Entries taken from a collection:
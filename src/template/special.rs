//! When a template is another one with a slot fixed.

use super::atom::{Atom, Threshold};
use super::formula::{Formula, Node};
use super::window::{Bound, Window};

/// Operands of a connective up to which all orders are tried.
const MOST_OPERANDS: usize = 5;

/// Whether one template is another with some of its slots fixed: at a number,
/// or, for the bound of a window, at `end`.
pub fn is_special_case(special: &Formula, general: &Formula) -> bool {
    special.slots().len() < general.slots().len() && fits(special, general)
}

fn fits(special: &Formula, general: &Formula) -> bool {
    if special == general {
        return true;
    }
    match (special.node(), general.node()) {
        (Node::Atom(a), Node::Atom(b)) => atom_fits(a, b),
        (Node::And(a), Node::And(b)) | (Node::Or(a), Node::Or(b)) => {
            a.len() == b.len()
                && a.len() <= MOST_OPERANDS
                && operands_fit(a, b, &mut vec![false; b.len()])
        }
        (Node::Throughout(v, f), Node::Throughout(w, g))
        | (Node::Sometime(v, f), Node::Sometime(w, g)) => window_fits(*v, *w) && fits(f, g),
        (Node::Until(v, f, g), Node::Until(w, h, k)) => {
            window_fits(*v, *w) && fits(f, h) && fits(g, k)
        }
        // Over no window at all: the bound fixed at nothing.
        (_, Node::Throughout(w, g) | Node::Sometime(w, g)) => {
            let shrinks = matches!(w.lower(), Bound::After(low) if low.is_zero())
                && w.upper() == Bound::Slot
                && special.temporal_depth() == 0;
            shrinks && fits(special, g)
        }
        _ => false,
    }
}

/// Whether the operands of one fit those of the other in some order.
fn operands_fit(special: &[Formula], general: &[Formula], taken: &mut Vec<bool>) -> bool {
    let Some((first, rest)) = special.split_first() else {
        return true;
    };
    for at in 0..general.len() {
        if !taken[at] && fits(first, &general[at]) {
            taken[at] = true;
            if operands_fit(rest, general, taken) {
                return true;
            }
            taken[at] = false;
        }
    }
    false
}

fn atom_fits(special: &Atom, general: &Atom) -> bool {
    match (special, general) {
        (
            Atom::Compare {
                signal: x,
                comparison: one,
                threshold: Threshold::Number(..),
            },
            Atom::Compare {
                signal: y,
                comparison: other,
                threshold: Threshold::Slot,
            },
        ) => x == y && one == other,
        _ => false,
    }
}

fn window_fits(special: Window, general: Window) -> bool {
    let fits = |a: Bound, b: Bound| a == b || b == Bound::Slot;
    fits(special.lower(), general.lower()) && fits(special.upper(), general.upper())
}

#[cfg(test)]
mod tests {
    use super::*;
    use crate::template::parse;

    #[test]
    fn a_fixed_slot_makes_a_special_case() {
        for (special, general, expected) in [
            (
                "throughout [0, end] (x <= ?)",
                "throughout [0, ?] (x <= ?)",
                true,
            ),
            (
                "throughout [0, 2 s] (x <= ?)",
                "throughout [0, ?] (x <= ?)",
                true,
            ),
            (
                "throughout [0, end] (x <= ?)",
                "throughout [?, end] (x <= ?)",
                true,
            ),
            ("x <= ?", "sometime [0, ?] (x <= ?)", true),
            ("y <= ? and x <= 3", "x <= ? and y <= ?", true),
            (
                "throughout [0, ?] (x <= ?)",
                "throughout [0, end] (x <= ?)",
                false,
            ),
            (
                "sometime [0, end] (x <= ?)",
                "throughout [0, ?] (x <= ?)",
                false,
            ),
            ("x <= ?", "x <= ?", false),
            ("x <= 3 and x <= 4", "x <= ? and y <= ?", false),
        ] {
            let (a, b) = (parse(special).unwrap(), parse(general).unwrap());
            assert_eq!(is_special_case(&a, &b), expected, "{special} of {general}");
        }
    }
}
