//! The tokens of the language, shared by templates and grammar files.

use std::ops::Range;

use super::error::TextError;

/// What a token is.
#[derive(Debug, Clone, PartialEq)]
pub enum TokenKind {
    /// A plain word: a name, or a word of the language.
    Word(String),
    /// A name in double quotes.
    Quoted(String),
    /// A number, with the unit that follows it, if any.
    Number(f64, Option<String>),
    /// `?` with the name that follows it, if any.
    Slot(Option<String>),
    /// One of `( ) [ ] , : | = - <= >= < >`.
    Sign(&'static str),
    /// The end of the text.
    End,
}

/// A token and where it stands.
#[derive(Debug, Clone, PartialEq)]
pub struct Token {
    /// What it is.
    pub kind: TokenKind,
    /// The bytes of the text it was made from.
    pub span: Range<usize>,
}

/// Words that have a meaning in the language and so are names only in quotes.
pub const RESERVED: &[&str] = &[
    "throughout",
    "sometime",
    "until",
    "and",
    "or",
    "not",
    "implies",
    "end",
    "step",
    "steps",
    "share",
    "with",
    "pair",
    "from",
    "weight",
    "limit",
    "CHANNEL",
    "FLAG",
];

/// Whether a name can be written without quotes.
pub fn is_plain_name(name: &str) -> bool {
    let mut characters = name.chars();
    characters
        .next()
        .is_some_and(|first| first.is_alphabetic() || first == '_')
        && characters.all(|c| c.is_alphanumeric() || c == '_')
        && !RESERVED.contains(&name)
}

const SIGNS: &[&str] = &[
    "<=", ">=", "<", ">", "(", ")", "[", "]", ",", ":", "|", "=", "-",
];

/// Cuts a text into tokens; the last one is [`TokenKind::End`].
///
/// # Errors
/// At a character that starts no token, an unclosed quote, or a number that
/// cannot be read.
pub fn tokenize(text: &str) -> Result<Vec<Token>, TextError> {
    let mut lexer = Lexer { text, at: 0 };
    let mut tokens = Vec::new();
    loop {
        lexer.skip_space();
        let start = lexer.at;
        let kind = lexer.next_kind()?;
        let done = kind == TokenKind::End;
        tokens.push(Token {
            kind,
            span: start..lexer.at,
        });
        if done {
            return Ok(tokens);
        }
    }
}

struct Lexer<'a> {
    text: &'a str,
    at: usize,
}

impl Lexer<'_> {
    fn rest(&self) -> &str {
        &self.text[self.at..]
    }

    fn skip_space(&mut self) {
        let rest = self.rest();
        self.at += rest.len() - rest.trim_start().len();
    }

    /// Takes the longest start of the rest whose characters all pass.
    fn take_while(&mut self, pass: impl Fn(char) -> bool) -> String {
        let rest = self.rest();
        let length = rest.find(|c| !pass(c)).unwrap_or(rest.len());
        let taken = rest[..length].to_owned();
        self.at += length;
        taken
    }

    fn next_kind(&mut self) -> Result<TokenKind, TextError> {
        let Some(first) = self.rest().chars().next() else {
            return Ok(TokenKind::End);
        };
        if first.is_ascii_digit() || (first == '.' && self.starts_number_at(1)) {
            return self.number();
        }
        if first.is_alphabetic() || first == '_' {
            return Ok(TokenKind::Word(
                self.take_while(|c| c.is_alphanumeric() || c == '_'),
            ));
        }
        if first == '?' {
            self.at += 1;
            let name = self.take_while(|c| c.is_alphanumeric() || c == '_');
            return Ok(TokenKind::Slot((!name.is_empty()).then_some(name)));
        }
        if first == '"' {
            return self.quoted();
        }
        if let Some(sign) = SIGNS.iter().find(|sign| self.rest().starts_with(**sign)) {
            self.at += sign.len();
            return Ok(TokenKind::Sign(sign));
        }
        Err(TextError::new(
            format!("`{first}` has no meaning here"),
            self.at..self.at + first.len_utf8(),
            "expected a name, a number, `?` or a word of the language",
        )
        .with_help("a name with special characters is written in double quotes: \"flow rate\""))
    }

    fn starts_number_at(&self, offset: usize) -> bool {
        self.rest()[offset..].starts_with(|c: char| c.is_ascii_digit())
    }

    fn quoted(&mut self) -> Result<TokenKind, TextError> {
        let start = self.at;
        self.at += 1;
        let name = self.take_while(|c| c != '"' && c != '\n');
        if !self.rest().starts_with('"') {
            return Err(TextError::new(
                "a quoted name is not closed",
                start..self.at,
                "expected a closing `\"`",
            ));
        }
        self.at += 1;
        if name.is_empty() {
            return Err(TextError::new(
                "a quoted name is empty",
                start..self.at,
                "expected a name between the quotes",
            ));
        }
        Ok(TokenKind::Quoted(name))
    }

    fn number(&mut self) -> Result<TokenKind, TextError> {
        let start = self.at;
        self.take_while(|c| c.is_ascii_digit() || c == '.');
        let rest = self.rest();
        let mut after = rest.chars();
        if matches!(after.next(), Some('e' | 'E')) {
            let sign = usize::from(matches!(after.next(), Some('+' | '-')));
            if rest[1 + sign..].starts_with(|c: char| c.is_ascii_digit()) {
                self.at += 1 + sign;
                self.take_while(|c| c.is_ascii_digit());
            }
        }
        let digits = &self.text[start..self.at];
        let value: f64 = digits
            .parse()
            .ok()
            .filter(|v: &f64| v.is_finite())
            .ok_or_else(|| {
                TextError::new(
                    format!("`{digits}` is not a number"),
                    start..self.at,
                    "expected a finite decimal number such as 2.5",
                )
            })?;
        Ok(TokenKind::Number(value, self.unit()))
    }

    /// The unit after a number: a run of letters and the signs used in units,
    /// unless it is a word of the language.
    fn unit(&mut self) -> Option<String> {
        let before = self.at;
        self.take_while(|c| c == ' ' || c == '\t');
        let starts = |c: char| c.is_alphabetic() || matches!(c, '%' | '°');
        if !self.rest().starts_with(starts) {
            self.at = before;
            return None;
        }
        let unit = self.take_while(|c| {
            c.is_alphanumeric() || matches!(c, '%' | '°' | '/' | '^' | '²' | '³' | '·' | '_')
        });
        let is_word = RESERVED.contains(&unit.as_str()) && !unit.starts_with("step");
        if is_word {
            self.at = before;
            return None;
        }
        Some(unit)
    }
}
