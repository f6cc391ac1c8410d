//! The parser: tokens to the tree as written.
//!
//! Recursive descent, one function for each level of binding: comparisons bind
//! tightest, then `not`, `throughout` and `sometime`, then `until`, `and`,
//! `or`, `implies`. The depth of nesting is bounded, so no input can exhaust
//! the stack.

use std::ops::Range;

use super::ast::{Ast, AstKind};
use super::atom::Comparison;
use super::error::TextError;
use super::token::{RESERVED, Token, TokenKind, tokenize};

/// Deepest nesting accepted. Far above any template a person would read.
const DEEPEST: usize = 64;

/// Parses a whole text as one piece of the language.
///
/// # Errors
/// At the first place where the text is not as the language needs it.
pub fn parse_ast(text: &str) -> Result<Ast, TextError> {
    let tokens = tokenize(text)?;
    let mut parser = Parser::new(&tokens);
    let ast = parser.expression()?;
    parser.expect_end()?;
    Ok(ast)
}

/// A parser over a run of tokens; also used for the alternatives of grammars.
#[derive(Debug)]
pub struct Parser<'a> {
    tokens: &'a [Token],
    at: usize,
    depth: usize,
}

impl<'a> Parser<'a> {
    /// A parser at the start of some tokens, the last of which is
    /// [`TokenKind::End`].
    ///
    /// # Panics
    /// When the tokens do not end with the end of the text.
    pub fn new(tokens: &'a [Token]) -> Self {
        assert!(matches!(tokens.last(), Some(token) if token.kind == TokenKind::End));
        Parser {
            tokens,
            at: 0,
            depth: 0,
        }
    }

    fn peek(&self) -> &'a Token {
        &self.tokens[self.at.min(self.tokens.len() - 1)]
    }

    fn advance(&mut self) -> &'a Token {
        let token = self.peek();
        self.at += 1;
        token
    }

    fn is_sign(&self, sign: &str) -> bool {
        matches!(self.peek().kind, TokenKind::Sign(s) if s == sign)
    }

    fn is_word(&self, word: &str) -> bool {
        matches!(&self.peek().kind, TokenKind::Word(w) if w == word)
    }

    fn take_word(&mut self, word: &str) -> bool {
        let found = self.is_word(word);
        self.at += usize::from(found);
        found
    }

    fn expect_sign(&mut self, sign: &str, why: &str) -> Result<Range<usize>, TextError> {
        if self.is_sign(sign) {
            return Ok(self.advance().span.clone());
        }
        Err(self.unexpected(&format!("expected `{sign}` {why}")))
    }

    fn unexpected(&self, label: &str) -> TextError {
        let token = self.peek();
        let message = match &token.kind {
            TokenKind::End => "the text stops too early".to_owned(),
            TokenKind::Word(word) => format!("`{word}` cannot stand here"),
            TokenKind::Quoted(name) => format!("the name \"{name}\" cannot stand here"),
            TokenKind::Number(..) => "a number cannot stand here".to_owned(),
            TokenKind::Slot(_) => "a slot cannot stand here".to_owned(),
            TokenKind::Sign(sign) => format!("`{sign}` cannot stand here"),
        };
        TextError::new(message, token.span.clone(), label)
    }

    /// Fails unless all tokens are used up.
    ///
    /// # Errors
    /// At the first token that is left.
    pub fn expect_end(&self) -> Result<(), TextError> {
        match self.peek().kind {
            TokenKind::End => Ok(()),
            _ => {
                Err(self
                    .unexpected("expected the end of the text, or `and`, `or`, `until`, `implies`"))
            }
        }
    }

    /// A whole formula (or, in a grammar, whatever a rule can stand for).
    ///
    /// # Errors
    /// At the first token that cannot stand where it does.
    pub fn expression(&mut self) -> Result<Ast, TextError> {
        self.depth += 1;
        if self.depth > DEEPEST {
            return Err(TextError::new(
                format!("nested more than {DEEPEST} deep"),
                self.peek().span.clone(),
                "expected a simpler formula",
            ));
        }
        let left = self.disjunction()?;
        let ast = if self.take_word("implies") {
            let right = self.expression()?;
            let span = left.span.start..right.span.end;
            AstKind::Implies(Box::new(left), Box::new(right)).at(span)
        } else {
            left
        };
        self.depth -= 1;
        Ok(ast)
    }

    fn disjunction(&mut self) -> Result<Ast, TextError> {
        self.chain("or", Self::conjunction, AstKind::Or)
    }

    fn conjunction(&mut self) -> Result<Ast, TextError> {
        self.chain("and", Self::until, AstKind::And)
    }

    /// Operands of one level with a word between them.
    fn chain(
        &mut self,
        word: &str,
        operand: impl Fn(&mut Self) -> Result<Ast, TextError>,
        make: impl Fn(Vec<Ast>) -> AstKind,
    ) -> Result<Ast, TextError> {
        let mut operands = vec![operand(self)?];
        while self.take_word(word) {
            operands.push(operand(self)?);
        }
        if operands.len() == 1 {
            return Ok(operands.swap_remove(0));
        }
        let span = operands[0].span.start..operands[operands.len() - 1].span.end;
        Ok(make(operands).at(span))
    }

    fn until(&mut self) -> Result<Ast, TextError> {
        let left = self.unary()?;
        if !self.take_word("until") {
            return Ok(left);
        }
        let window = self.window("until")?;
        let right = self.unary()?;
        if self.is_word("until") {
            return Err(self
                .unexpected("`until` stands between two operands only")
                .with_help("use parentheses to say which `until` is meant first"));
        }
        let span = left.span.start..right.span.end;
        Ok(AstKind::Until(Box::new(left), Box::new(window), Box::new(right)).at(span))
    }

    fn unary(&mut self) -> Result<Ast, TextError> {
        let start = self.peek().span.start;
        let word = match &self.peek().kind {
            TokenKind::Word(word) => word.as_str(),
            _ => return self.comparison(),
        };
        if !matches!(word, "not" | "throughout" | "sometime") {
            return self.comparison();
        }
        self.depth += 1;
        if self.depth > DEEPEST {
            return Err(self.unexpected("expected a simpler formula"));
        }
        self.advance();
        let kind = if word == "not" {
            AstKind::Not(Box::new(self.unary()?))
        } else {
            let window = Box::new(self.window(word)?);
            let operand = Box::new(self.unary()?);
            if word == "throughout" {
                AstKind::Throughout(window, operand)
            } else {
                AstKind::Sometime(window, operand)
            }
        };
        self.depth -= 1;
        let end = self.tokens[self.at - 1].span.end;
        Ok(kind.at(start..end))
    }

    fn window(&mut self, word: &str) -> Result<[Ast; 2], TextError> {
        self.expect_sign("[", &format!("after `{word}`: a window such as [0, 5 s]"))?;
        let lower = self.bound()?;
        self.expect_sign(",", "between the two bounds of a window")?;
        let upper = self.bound()?;
        self.expect_sign("]", "after the second bound of a window")?;
        Ok([lower, upper])
    }

    fn bound(&mut self) -> Result<Ast, TextError> {
        if self.is_word("end") {
            let span = self.advance().span.clone();
            return Ok(AstKind::End.at(span));
        }
        match &self.peek().kind {
            TokenKind::Number(..) | TokenKind::Slot(_) | TokenKind::Word(_) => self.primary(),
            TokenKind::Sign("-") => Err(TextError::new(
                "a bound cannot be negative",
                self.peek().span.clone(),
                "a template looks forward in time",
            )),
            _ => Err(self.unexpected("expected a duration such as 5 s, a slot `?`, or `end`")),
        }
    }

    fn comparison(&mut self) -> Result<Ast, TextError> {
        let left = self.difference()?;
        let comparison = match self.peek().kind {
            TokenKind::Sign("<=") => Comparison::AtMost,
            TokenKind::Sign(">=") => Comparison::AtLeast,
            TokenKind::Sign("<") => Comparison::Below,
            TokenKind::Sign(">") => Comparison::Above,
            TokenKind::Sign("=") => {
                return Err(self
                    .unexpected("expected `<=`, `>=`, `<` or `>`")
                    .with_help(
                        "equality of measured numbers is not in the language; use two bounds",
                    ));
            }
            _ => return Ok(left),
        };
        self.advance();
        let right = self.difference()?;
        let span = left.span.start..right.span.end;
        Ok(AstKind::Compare(Box::new(left), comparison, Box::new(right)).at(span))
    }

    fn difference(&mut self) -> Result<Ast, TextError> {
        let mut left = self.primary()?;
        while self.is_sign("-") {
            self.advance();
            let right = self.primary()?;
            let span = left.span.start..right.span.end;
            left = AstKind::Minus(Box::new(left), Box::new(right)).at(span);
        }
        Ok(left)
    }

    fn primary(&mut self) -> Result<Ast, TextError> {
        let token = self.peek();
        match &token.kind {
            TokenKind::Number(value, unit) => {
                self.advance();
                Ok(AstKind::Number(*value, unit.clone()).at(token.span.clone()))
            }
            TokenKind::Slot(name) => {
                self.advance();
                Ok(AstKind::Slot(name.clone()).at(token.span.clone()))
            }
            TokenKind::Quoted(name) => {
                self.advance();
                let (name, quoted) = (name.clone(), true);
                Ok(AstKind::Name { name, quoted }.at(token.span.clone()))
            }
            TokenKind::Word(word) => self.word(word, token.span.clone()),
            TokenKind::Sign("-") => self.negative(token.span.start),
            TokenKind::Sign("(") => {
                self.advance();
                let inner = self.expression()?;
                let close = self.expect_sign(")", "to close the parenthesis")?;
                Ok(inner.kind.at(token.span.start..close.end))
            }
            _ => Err(self.unexpected("expected a formula, a channel or a flag")),
        }
    }

    /// A negative number.
    fn negative(&mut self, start: usize) -> Result<Ast, TextError> {
        self.advance();
        match &self.peek().kind {
            TokenKind::Number(value, unit) => {
                let end = self.advance().span.end;
                Ok(AstKind::Number(-value, unit.clone()).at(start..end))
            }
            _ => Err(self.unexpected("expected a number after the minus sign")),
        }
    }

    /// A name, or a function with its arguments.
    fn word(&mut self, word: &str, span: Range<usize>) -> Result<Ast, TextError> {
        let is_place_holder = matches!(word, "CHANNEL" | "FLAG");
        if RESERVED.contains(&word) && !is_place_holder {
            return Err(self
                .unexpected("expected a formula, a channel or a flag")
                .with_help(format!(
                    "`{word}` is a word of the language; a channel of that name is written \"{word}\""
                )));
        }
        self.advance();
        let name = word.to_owned();
        if is_place_holder || !self.is_sign("(") {
            let quoted = false;
            return Ok(AstKind::Name { name, quoted }.at(span));
        }
        self.advance();
        let mut arguments = Vec::new();
        while !self.is_sign(")") {
            if !arguments.is_empty() {
                self.expect_sign(",", "between two arguments")?;
            }
            arguments.push(self.expression()?);
        }
        let close = self.advance().span.end;
        Ok(AstKind::Call(name, arguments).at(span.start..close))
    }
}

# Description of the task
Only those lines of the entries above that run from the line containing "let end = self.advance().span.end;" to the line containing "let quoted = false;", both included, should be transcribed exactly.

# Solution for this task
                let end = self.advance().span.end;
                Ok(AstKind::Number(-value, unit.clone()).at(start..end))
            }
            _ => Err(self.unexpected("expected a number after the minus sign")),
        }
    }

    /// A name, or a function with its arguments.
    fn word(&mut self, word: &str, span: Range<usize>) -> Result<Ast, TextError> {
        let is_place_holder = matches!(word, "CHANNEL" | "FLAG");
        if RESERVED.contains(&word) && !is_place_holder {
            return Err(self
                .unexpected("expected a formula, a channel or a flag")
                .with_help(format!(
                    "`{word}` is a word of the language; a channel of that name is written \"{word}\""
                )));
        }
        self.advance();
        let name = word.to_owned();
        if is_place_holder || !self.is_sign("(") {
            let quoted = false;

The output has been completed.